What is more difficult to predict, however, is when and how graphene will make it to the market in large quantities. The main arguing point is the price of graphene.

"In several years, bulk graphene prices may drop below that of silicon, enabling graphene to enter all markets"

The Quality Of The Graphene Affects The Price

The price of graphene is linked to its quality, and not all applications require superb material quality. For example, graphene oxide powder (graphene functionalized with oxygen and hydrogen) is inexpensive and has been used to make a conductive graphene paper, for DNA analysis, and for other advanced composite and biotechnology applications. Graphene oxide in solution sells for 99 euros per 250 mL from Graphenea. However, the electronic properties of graphene oxide at the moment are not sufficiently good for batteries, flexible touch screens, solar cells, LEDs, smart windows, and other advanced opto-electronic applications.

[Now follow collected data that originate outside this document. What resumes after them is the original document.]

def evaluate_marker(fits: pd.DataFrame, outcomes: pd.DataFrame, *,
                    figures: Sequence[str] = ("beta",), phase: str | None = None,
                    model: str = "power", positive: object = None, n_boot: int = 2000,
                    seed: int = 0, confidence: float = 0.95,
                    direction: str = "higher") -> pd.DataFrame:
    """ROC AUC, Mann-Whitney test and Youden threshold of fitted figures for a binary outcome.

    Parameters
    ----------
    fits : pandas.DataFrame
        ``fits.tsv`` rows: ``subject``, ``lesion``, ``phase``, ``model`` (``best`` for
        ``model='best'``) and the figure columns.
    outcomes : pandas.DataFrame
        ``subject``, ``lesion``, ``outcome`` with exactly two distinct values (missing ones are
        left out and counted in ``note``).
    figures : sequence of str
        Numeric fits columns to evaluate.
    phase : str, optional
        Only fits of this phase; by default every phase is evaluated separately.
    model : str
        Fits of this law, or ``'best'`` for each lesion's best row.
    positive : optional
        Outcome value counted as positive; by default 1 of {0, 1}, true of {false, true}, yes of
        {no, yes}, otherwise an error asks for it.
    n_boot, seed, confidence
        Subject-bootstrap resamples, random seed and interval level for the AUC.
    direction : {'higher', 'lower', 'auto'}
        Which side of the figure is expected for positives ('auto' picks the side with AUC >= 0.5
        from the data, which flatters the AUC; it is noted).

    Returns
    -------
    pandas.DataFrame
        One row per (figure, phase); columns as in ``COLUMNS``.

    Examples
    --------
    >>> fits = pd.DataFrame({"subject": list("abcdef"), "lesion": 1, "phase": "untreated",
    ...                      "model": "power", "beta": [1.4, 1.2, 1.1, 0.9, 0.8, 1.15]})
    >>> outcomes = pd.DataFrame({"subject": list("abcdef"), "lesion": 1,
    ...                          "outcome": ["yes", "yes", "no", "no", "no", "yes"]})
    >>> row = evaluate_marker(fits, outcomes, n_boot=200).iloc[0]
    >>> [float(row[c]) for c in ("auc", "n_positive", "youden_threshold", "youden_index")]
    [1.0, 3.0, 1.15, 1.0]
    """
    figures = _check_options(figures, direction)
    if n_boot < 0 or not 0.0 < confidence < 1.0:
        raise UsageError(f"need n_boot >= 0 and 0 < confidence < 1; got {n_boot}, {confidence}")
    labelled, chosen, no_outcome = _labelled(outcomes, positive)
    selected = _selected_fits(fits, model, phase)
    rows = []
    for figure in figures:
        for name, data, left_out, unlabelled in _pairs(selected, labelled, figure):
            notes = _notes(left_out, unlabelled, no_outcome, direction)
            row = {"figure": figure, "phase": name, "model": model, "positive": chosen,
                   "n_left_out": left_out, "confidence": confidence, "n_boot": n_boot}
            rows.append({**row, **_summary(data, direction, n_boot, seed, confidence, notes)})
    return pd.DataFrame(rows, columns=list(_SUMMARY))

Mechanically exfoliated graphene (obtained with the famous “scotch tape” technique) comes in small, high-quality flakes. Exfoliated graphene has so far shown to hold the best physical properties, reaching towards theoretically predicted current conduction, mechanical strength, etc. The coverage of mechanically exfoliated graphene, however, is only on the order of a few small flakes per square centimeter, not nearly enough for applications. In addition, the price of such graphene can be on the order of several thousands of dollars per flake.

CVD graphene, available with high quality from Graphenea, offers sufficient quality for almost any graphene application. The price of CVD graphene is linked to production volume and costs of transferring from the copper substrate, on which it is grown, onto another substrate. Graphenea's industrial scale graphene technology leads to low CVD graphene cost for bulk orders (see graph). Bulk orders of such graphene can be cheaper than, for example, silicon carbide, an important semiconductor. Graphenea has filed a patent for a low cost industrial scale CVD growth and transfer process.

Technology Reduces The Price Of Graphene

In several years, bulk graphene prices may drop below that of silicon, enabling graphene to enter all markets now dominated by silicon, such as computing, chip manufacturing, sensors, solar cells, etc. In the meantime, graphene will continue to be used for applications that other materials simply cannot support. For example, silicon cannot be integrated into future flexible smartphones, because silicon is brittle and will break upon bending. Graphene offers a competitive solution.

Graphene prices are not as high as one might expect from such a young technology. One must remember that carbon fiber, for example, was invented in the 1950's but its use didn't take off for another 30-40 years. Carbon fiber faced a series of challenges including an implementation to the market which was too soon and resulted in poor products. Carbon fiber is now ubiquitous in advanced composite materials. The material survived the long fight by finding applications which were not possible with other materials. Perhaps graphene will follow a road that is on one side guarded by unique applications, and on the other by constant technological progress, leading to widespread use of graphene in the coming decades.